Bug 275225 - On ARM64 carp preempt not working as expected
Summary: On ARM64 carp preempt not working as expected
Status: New
Alias: None
Product: Base System
Classification: Unclassified
Component: kern (show other bugs)
Version: 14.0-RELEASE
Hardware: arm64 Any
: --- Affects Some People
Assignee: freebsd-net (Nobody)
URL:
Keywords:
Depends on:
Blocks:
 
Reported: 2023-11-21 06:18 UTC by ekoort
Modified: 2024-03-28 08:22 UTC (History)
4 users (show)

See Also:


Attachments

Note You need to log in before you can comment on or make changes to this bug.
Description ekoort 2023-11-21 06:18:12 UTC
Hello,

It seems that carp completely ignores net.inet.carp.preempt value and always promotes "master" to host having higher advskew.
Two hosts, RPI4 and Pine Rockpro64. Same issue with FBSD 13.1 and 14.0

Config:
/boot/loader.conf: carp_load="YES"
/etc/sysctl.conf: net.inet.carp.preempt=0

RPI4 /etc/rc.conf:
# primary
ifconfig_genet0="inet 192.168.1.19 netmask 255.255.255.0"
defaultrouter="192.168.1.1"
ifconfig_genet0_alias0="inet vhid 1 pass xyz alias 192.168.1.20/24"
#ifconfig_genet0_alias0="inet vhid 1 advskew 100 pass xyz alias 192.168.1.20/24"

ROCKPRO64 /etc/rc.conf:
ifconfig_dwc0="inet 192.168.1.21 netmask 255.255.255.0"
defaultrouter="192.168.1.1"
# primary
#ifconfig_dwc0_alias0="inet vhid 1 pass xyz alias 192.168.1.20/24"
# backup
ifconfig_dwc0_alias0="inet vhid 1 advskew 100 pass xyz alias 192.168.1.20/24"

As told before when host having higher advskew comes online it will always promoted to be a primary regardless net.inet.carp.preempt=0/1 setting.

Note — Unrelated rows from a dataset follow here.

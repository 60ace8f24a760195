package web

import (
	"encoding/json"
	"fmt"
	"net/http"
	"strconv"

	"kelvard/health"
	"kelvard/store"
)

// sitesPage lists the sites and their areas with counts.
type sitesPage struct {
	Sites []siteSummary
}

type siteSummary struct {
	Site  store.Site
	Areas []areaSummary
}

type areaSummary struct {
	Area      store.Area
	Positions int64
	Bands     []choiceCount
}

func (h *Handler) sites(w http.ResponseWriter, r *http.Request) {
	ctx := r.Context()
	places, err := h.st.Places(ctx)
	if err != nil {
		h.fail(w, r, err)
		return
	}
	counts, err := h.st.AreaCounts(ctx)
	if err != nil {
		h.fail(w, r, err)
		return
	}
	var p sitesPage
	for _, sp := range places {
		ss := siteSummary{Site: sp.Site}
		for _, a := range sp.Areas {
			as := areaSummary{Area: a}
			if c := counts[a.ID]; c != nil {
				as.Positions = c.Positions
				for _, b := range health.Bands() {
					if n := c.Bands[b]; n > 0 {
						as.Bands = append(as.Bands, choiceCount{Key: string(b), Label: bandLabel(b), N: n,
							Link: fmt.Sprintf("/fleet?area=%d&band=%s", a.ID, b)})
					}
				}
			}
			ss.Areas = append(ss.Areas, as)
		}
		p.Sites = append(p.Sites, ss)
	}
	h.render(w, r, http.StatusOK, "sites", "Sites", "sites", p)
}

// sitePage shows one site: every area's environment profile and the
// enclosure verdict of every position in it.
type sitePage struct {
	Site  store.Site
	Areas []areaView
}

type areaView struct {
	Area      store.Area
	Positions []positionVerdict
}

// positionVerdict is a position with the enclosure report of the drive
// standing in it (nil when empty or not yet assessed).
type positionVerdict struct {
	store.PositionVerdict
	Report          *health.EnclosureReport
	Worst           health.Verdict
	WorstSeverity   health.Severity
	HasFindingCheck bool
}

func (h *Handler) site(w http.ResponseWriter, r *http.Request) {
	id, err := strconv.ParseInt(r.PathValue("id"), 10, 64)
	if err != nil || id <= 0 {
		h.errorPage(w, r, http.StatusNotFound, "There is no such site.")
		return
	}
	v, err := h.st.Site(r.Context(), id)
	if err != nil {
		h.fail(w, r, err)
		return
	}
	p := sitePage{Site: v.Site}
	at := map[int64]int{}
	for i, a := range v.Areas {
		p.Areas = append(p.Areas, areaView{Area: a})
		at[a.ID] = i
	}
	for _, pv := range v.Positions {
		i, ok := at[pv.Position.AreaID]
		if !ok {
			continue
		}
		out := positionVerdict{PositionVerdict: pv}
		if len(pv.Enclosure) > 0 {
			var rep health.EnclosureReport
			if err := json.Unmarshal(pv.Enclosure, &rep); err != nil {
				h.serverError(w, r, fmt.Errorf("enclosure report of position %d: %w", pv.Position.ID, err))
				return
			}
			out.Report = &rep
			out.Worst, out.WorstSeverity = rep.Worst()
		}
		p.Areas[i].Positions = append(p.Areas[i].Positions, out)
	}
	h.render(w, r, http.StatusOK, "site", v.Site.Name, "sites", p)
}
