package web

import (
	"context"
	"encoding/json"
	"fmt"
	"os"
	"os/exec"
	"path/filepath"
	"strings"
	"sync"
	"testing"
	"time"

	"github.com/chromedp/chromedp"
	"github.com/chromedp/chromedp/kb"
)

// requireTool finds a command the test needs; CI sets
// KELVARD_TEST_REQUIRE_TOOLS so a missing tool fails there.
func requireTool(t *testing.T, name string) string {
	t.Helper()
	p, err := exec.LookPath(name)
	if err != nil {
		if os.Getenv("KELVARD_TEST_REQUIRE_TOOLS") != "" {
			t.Fatalf("%s is required (KELVARD_TEST_REQUIRE_TOOLS is set) but not installed", name)
		}
		t.Skipf("%s is not installed; .ci/run installs it (apt-get install chromium)", name)
	}
	return p
}

// repoRoot is the folder holding go.mod.
func repoRoot(t *testing.T) string {
	t.Helper()
	dir, err := os.Getwd()
	if err != nil {
		t.Fatal(err)
	}
	for {
		if _, err := os.Stat(filepath.Join(dir, "go.mod")); err == nil {
			return dir
		}
		parent := filepath.Dir(dir)
		if parent == dir {
			t.Fatal("go.mod not found above the test")
		}
		dir = parent
	}
}

// requireAxe reads axe-core's axe.min.js, which .ci/run installs with
// `npm install --prefix .cache/npm axe-core@4`; KELVARD_AXE_JS may name
// another copy.
func requireAxe(t *testing.T) string {
	t.Helper()
	p := os.Getenv("KELVARD_AXE_JS")
	if p == "" {
		p = filepath.Join(repoRoot(t), ".cache", "npm", "node_modules", "axe-core", "axe.min.js")
	}
	b, err := os.ReadFile(p)
	if err != nil {
		if os.Getenv("KELVARD_TEST_REQUIRE_TOOLS") != "" {
			t.Fatalf("axe-core is required (KELVARD_TEST_REQUIRE_TOOLS is set) but %s cannot be read: %v", p, err)
		}
		t.Skipf("axe-core is not installed at %s; .ci/run installs it with npm", p)
	}
	return string(b)
}

// browser drives a headless Chromium against the fleet's server.
type browser struct {
	t      *testing.T
	ctx    context.Context
	base   string
	axe    string
	shots  string
	mu     sync.Mutex
	errors []string
}

// newBrowser starts Chromium with the flags the project's CI uses and a
// fresh profile folder, and collects every console error, uncaught
// exception and browser-log error.
func newBrowser(t *testing.T, f *fleet) *browser {
	exe := requireTool(t, "chromium")
	axe := requireAxe(t)
	shots := filepath.Join(repoRoot(t), "test-output", "pages")
	if err := os.MkdirAll(shots, 0o755); err != nil {
		t.Fatal(err)
	}
	opts := []chromedp.ExecAllocatorOption{
		chromedp.ExecPath(exe),
		chromedp.Flag("headless", true),
		chromedp.NoSandbox,
		chromedp.DisableGPU,
		chromedp.Flag("disable-dev-shm-usage", true),
		chromedp.Flag("disable-background-networking", true),
		chromedp.Flag("disable-component-update", true),
		chromedp.Flag("disable-sync", true),
		chromedp.NoFirstRun,
		chromedp.UserDataDir(t.TempDir()),
		chromedp.WindowSize(1280, 900),
	}
	actx, cancelAlloc := chromedp.NewExecAllocator(context.Background(), opts...)
	ctx, cancelCtx := chromedp.NewContext(actx)
	t.Cleanup(func() { cancelCtx(); cancelAlloc() })
	b := &browser{t: t, ctx: ctx, base: f.srv.URL, axe: axe, shots: shots}
	if err := chromedp.Do(ctx); err != nil {
		t.Fatalf("start chromium: %v", err)
	}
	messages := chromedp.Console(ctx)
	go func() {
		for m, err := range messages {
			if err != nil {
				return
			}
			if m.Type == chromedp.ConsoleError || m.IsException() {
				b.mu.Lock()
				b.errors = append(b.errors, m.String()+" "+m.URL)
				b.mu.Unlock()
			}
		}
	}()
	return b
}

// do runs steps and fails the test on error; each call has a minute.
func (b *browser) do(what string, steps ...chromedp.Action[chromedp.Void]) {
	b.t.Helper()
	ctx, cancel := context.WithTimeout(b.ctx, time.Minute)
	defer cancel()
	if err := chromedp.Do(ctx, steps...); err != nil {
		b.t.Fatalf("%s: %v", what, err)
	}
}

// value runs one action that gives a value.
func value[T any](b *browser, what string, a chromedp.Action[T]) T {
	b.t.Helper()
	ctx, cancel := context.WithTimeout(b.ctx, time.Minute)
	defer cancel()
	v, err := chromedp.Run(ctx, a)
	if err != nil {
		b.t.Fatalf("%s: %v", what, err)
	}
	return v
}

func (b *browser) eval(what, js string, opts ...chromedp.EvaluateOption) []byte {
	b.t.Helper()
	return value(b, what, chromedp.Evaluate[[]byte](js, opts...))
}

// check takes a full-page screenshot, runs axe-core on the page and fails
// on serious or critical violations, and fails on any console error so
// far.
func (b *browser) check(name string) {
	b.t.Helper()
	shot := value(b, "screenshot "+name, chromedp.FullScreenshot(100))
	if err := os.WriteFile(filepath.Join(b.shots, name+".png"), shot, 0o644); err != nil {
		b.t.Fatal(err)
	}
	b.do("inject axe", chromedp.Evaluate[chromedp.Void](b.axe))
	raw := value(b, "axe "+name, chromedp.Evaluate[string](`axe.run(document, {resultTypes: ["violations"]}).then(r => JSON.stringify(r.violations))`,
		chromedp.EvalAwaitPromise))
	var violations []struct {
		ID     string `json:"id"`
		Impact string `json:"impact"`
		Help   string `json:"help"`
		Nodes  []struct {
			Target []any `json:"target"`
		} `json:"nodes"`
	}
	if err := json.Unmarshal([]byte(raw), &violations); err != nil {
		b.t.Fatalf("axe answer on %s: %v", name, err)
	}
	for _, v := range violations {
		var where []string
		for i, n := range v.Nodes {
			if i == 5 {
				where = append(where, "…")
				break
			}
			where = append(where, fmt.Sprint(n.Target...))
		}
		if v.Impact == "serious" || v.Impact == "critical" {
			b.t.Errorf("%s: axe %s (%s): %s at %s", name, v.ID, v.Impact, v.Help, strings.Join(where, ", "))
		} else {
			b.t.Logf("%s: axe %s (%s): %s at %s", name, v.ID, v.Impact, v.Help, strings.Join(where, ", "))
		}
	}
	b.noConsoleErrors(name)
}

func (b *browser) noConsoleErrors(where string) {
	b.t.Helper()
	time.Sleep(100 * time.Millisecond) // let late messages arrive
	b.mu.Lock()
	defer b.mu.Unlock()
	for _, e := range b.errors {
		b.t.Errorf("%s: %s", where, e)
	}
	b.errors = nil
}

// open navigates to a path and waits for the main landmark.
func (b *browser) open(path string) {
	b.t.Helper()
	b.do("open "+path, chromedp.Navigate(b.base+path), chromedp.WaitReady(chromedp.CSS("main")))
}

func (b *browser) location() string {
	b.t.Helper()
	return strings.TrimPrefix(value(b, "location", chromedp.Location()), b.base)
}

func (b *browser) attr(sel, name string) string {
	b.t.Helper()
	r := value(b, "attribute "+name+" of "+sel, chromedp.AttributeValue(chromedp.CSS(sel), name))
	return r.Value
}

func (b *browser) text(sel string) string {
	b.t.Helper()
	return value(b, "text of "+sel, chromedp.Text(chromedp.CSS(sel)))
}

// focused describes the element that has focus.
type focused struct {
	Tag, Text, ID, Href string
	Visible, Outline    bool
}

// tab presses Tab and returns the element that then has focus.
func (b *browser) tab() focused {
	b.t.Helper()
	b.do("tab", chromedp.KeyEvent(kb.Tab))
	return value(b, "focus", chromedp.Evaluate[focused](`(() => {
		const e = document.activeElement;
		const r = e.getBoundingClientRect();
		const s = getComputedStyle(e);
		return {Tag: e.tagName.toLowerCase(), Text: (e.innerText || e.value || "").trim().slice(0, 60), ID: e.id || "",
			Href: e.getAttribute("href") || "", Visible: r.width > 0 && r.height > 0,
			Outline: s.outlineStyle !== "none" && parseFloat(s.outlineWidth) >= 2};
	})()`))
}

// browserTests drive headless Chromium through the pages of the demo
// fleet: sign in, open every page (each checked with axe-core and
// screenshotted), filter the fleet, acknowledge a finding, choose imperial
// units, and walk a page by Tab alone; no console error anywhere.
func browserTests(t *testing.T, f *fleet) {
	b := newBrowser(t, f)
	ctx := context.Background()

	// Signing in: the fleet sends a stranger to the sign-in form, which
	// brings them back after.
	b.open("/fleet")
	if loc := b.location(); !strings.HasPrefix(loc, "/signin") {
		t.Fatalf("an unsigned visitor is at %s, want the sign-in form", loc)
	}
	b.check("01-signin")
	b.do("sign in", chromedp.SendKeys(chromedp.CSS("#token"), f.planner), chromedp.Submit(chromedp.CSS("#token")),
		chromedp.WaitVisible(chromedp.CSS("table.fleet")))
	if loc := b.location(); loc != "/fleet" {
		t.Fatalf("after signing in the browser is at %s, want /fleet", loc)
	}
	b.check("02-fleet")

	// Filtering the fleet by band with the form.
	b.do("filter", chromedp.Evaluate[chromedp.Void](`document.querySelector("#f-band").value = "urgent"`),
		chromedp.Click(chromedp.CSS(`form.filters button[type="submit"]`)),
		chromedp.WaitReady(chromedp.CSS(`#f-band option[value="urgent"][selected]`)))
	if loc := b.location(); !strings.Contains(loc, "band=urgent") {
		t.Errorf("filter form led to %s", loc)
	}
	var bands []string
	if err := json.Unmarshal(b.eval("bands", `[...document.querySelectorAll("table.fleet tbody .band")].map(e => e.textContent.trim())`), &bands); err != nil {
		t.Fatal(err)
	}
	if len(bands) == 0 {
		t.Error("no urgent drive in the demo fleet")
	}
	for _, s := range bands {
		if s != "Urgent" {
			t.Errorf("filtered fleet lists a %s drive", s)
		}
	}
	b.check("03-fleet-urgent")

	// Every page, reached by following links as a person would.
	b.open("/fleet")
	driveHref := b.attr("table.fleet tbody tr:first-child td:nth-child(3) a", "href")
	positionHref := b.attr("table.fleet tbody tr:first-child th a", "href")
	b.open(driveHref)
	b.check("04-drive")
	b.open(driveHref + "?range=365d")
	b.check("05-drive-365d")
	b.open(positionHref)
	b.check("06-position")
	b.open("/sites")
	b.check("07-sites")
	b.open(b.attr(".site-card h2 a", "href"))
	b.check("08-site")
	b.open("/findings")
	b.check("09-findings")
	findingHref := b.attr("article.finding h2 a", "href")
	b.open(findingHref)
	b.check("10-finding")
	b.open("/settings")
	b.check("11-settings")

	// Acknowledging a finding from its page.
	b.open(findingHref)
	b.do("acknowledge", chromedp.SendKeys(chromedp.CSS(`form[action$="/acknowledge"] input[name="reason"]`), "seen on the walk-round"),
		chromedp.Click(chromedp.CSS(`form[action$="/acknowledge"] button`)), chromedp.WaitVisible(chromedp.CSS("p.notice")))
	if notice := b.text("p.notice"); !strings.Contains(notice, "acknowledged") {
		t.Errorf("notice after acknowledging: %q", notice)
	}
	var id int64
	fmt.Sscanf(findingHref, "/findings/%d", &id)
	got, err := f.st.GetFinding(ctx, id)
	if err != nil || got.Status != "acknowledged" || got.StatusReason != "seen on the walk-round" {
		t.Errorf("finding after acknowledging in the browser: %+v, %v", got, err)
	}
	b.check("12-finding-acknowledged")

	// Imperial units, chosen on the settings page.
	b.open("/settings")
	b.do("imperial", chromedp.Click(chromedp.CSS("#units-imperial")), chromedp.Click(chromedp.CSS(`form.settings button`)),
		chromedp.WaitVisible(chromedp.CSS("p.notice")))
	b.open(driveHref)
	if body := b.text("main"); !strings.Contains(body, "°F") || !strings.Contains(body, " hp") {
		t.Error("imperial units chosen but the drive page shows no °F or hp")
	}
	b.check("13-drive-imperial")

	// A tablet held upright in the plant: the fleet and a drive still read
	// without the page scrolling sideways (wide tables scroll in their own
	// focusable region).
	b.do("tablet", chromedp.EmulateViewport(800, 1280, chromedp.EmulateTouch))
	for _, p := range []struct{ name, path string }{{"14-tablet-fleet", "/fleet"}, {"15-tablet-drive", driveHref}} {
		b.open(p.path)
		if over := value(b, "overflow", chromedp.Evaluate[int](`document.documentElement.scrollWidth - document.documentElement.clientWidth`)); over > 0 {
			t.Errorf("%s: the page is %d px wider than an 800 px tablet", p.path, over)
		}
		b.check(p.name)
	}
	b.do("desktop", chromedp.ResetViewport())

	t.Run("tab walk", func(t *testing.T) { tabWalk(t, b, driveHref) })
}

// tabWalk walks the drive page by Tab alone: the first stop is the skip
// link, Enter on it moves focus into the main content, and every stop
// after is a visible element with a visible focus ring, until every
// tabbable element of the content has been reached.
func tabWalk(t *testing.T, b *browser, path string) {
	b.t = t
	b.open(path)
	first := b.tab()
	if first.Tag != "a" || first.Href != "#main" || !first.Visible {
		t.Fatalf("first Tab stop is %+v, want the visible skip link", first)
	}
	b.do("skip", chromedp.KeyEvent(kb.Enter))
	if active := value(b, "after skip", chromedp.Evaluate[string](`document.activeElement.id`)); active != "main" {
		t.Errorf("Enter on the skip link focused %q, want main", active)
	}
	inMain := value(b, "count in main", chromedp.Evaluate[int](`[...document.querySelectorAll("main a[href], main button, main input:not([type=hidden]), main select, main summary, main [tabindex='0'], footer a[href]")]
		.filter(e => e.checkVisibility({contentVisibilityAuto: true, visibilityProperty: true})).length`))
	stops := 0
	for i := 0; i < inMain+10; i++ {
		f := b.tab()
		if f.Tag == "body" || (f.Tag == "a" && f.Href == "#main") {
			break
		}
		stops++
		if !f.Visible {
			t.Errorf("Tab stop %d (%s %q) is not visible", i+1, f.Tag, f.Text)
		}
		if !f.Outline {
			t.Errorf("Tab stop %d (%s %q) shows no focus ring", i+1, f.Tag, f.Text)
		}
	}
	if stops != inMain {
		t.Errorf("Tab reached %d stops after the skip link, want the %d tabbable elements of the content", stops, inMain)
	}
	t.Logf("Tab walk of %s: %d stops", path, stops)
	b.noConsoleErrors("tab walk")
}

I tested with same configuration in Virtualbox with two AMD64 FBSD14 VM-s. It worked as expected: primary A goes down, secondary B takes over, primary A comes up and stays secondary and former secondary B stays primary.
Comment 1 Reid Linnemann 2023-11-21 23:14:34 UTC
I think you've misunderstood net.inet.carp.preempt:

   net.inet.carp.preempt                 Allow virtual hosts to preempt each
                                           other.  When enabled, a vhid in a
                                           backup state would preempt a master
                                           that is announcing itself with a
                                           lower advskew.  Disabled by
                                           default.

Here, 'virtual host' refers to the shared address associated with a VHID. This setting allows a host with multiple VHIDs to assume the master role on all VHIDs if just one of them fails over. See in carp(4):

     Assume that host A is the preferred master and we are running the
     192.168.1.0/24 prefix on em0 and 192.168.2.0/24 on em1.  This is the
     setup for host A (advskew is above 0 so it could be overwritten in the
     emergency situation from the other host):

           ifconfig em0 vhid 1 advskew 100 pass mekmitasdigoat 192.168.1.1/24
           ifconfig em1 vhid 2 advskew 100 pass mekmitasdigoat 192.168.2.1/24

     The setup for host B is identical, but it has a higher advskew:

           ifconfig em0 vhid 1 advskew 200 pass mekmitasdigoat 192.168.1.1/24
           ifconfig em1 vhid 2 advskew 200 pass mekmitasdigoat 192.168.2.1/24

     When one of the physical interfaces of host A fails, advskew is demoted
     to a configured value on all its carp vhids.  Due to the preempt option,
     host B would start announcing itself, and thus preempt host A on both
     interfaces instead of just the failed one.

It seems likely to me that in your RPI/ROCKPRO setup that your two hosts are not actually exchanging CARP messages correctly and both believe that they are the lowest advbase for the VHID.
Comment 2 Reid Linnemann 2023-11-21 23:17:16 UTC
Correction to my previous comment - both believe that have the lowest advskew, not advbase
Comment 3 ekoort 2024-02-24 06:39:43 UTC
As of today it works as expected - ip stays there where it is when 'main' comes back up. Don't know and can not explain why.
Comment 4 ekoort 2024-03-28 08:22:42 UTC
So today it did not work as expected. 
Main went down, secondary took over, main came up and instantly main took over while it (cluster services) should stay on secondary.
So it's a mixed results for unknown reason.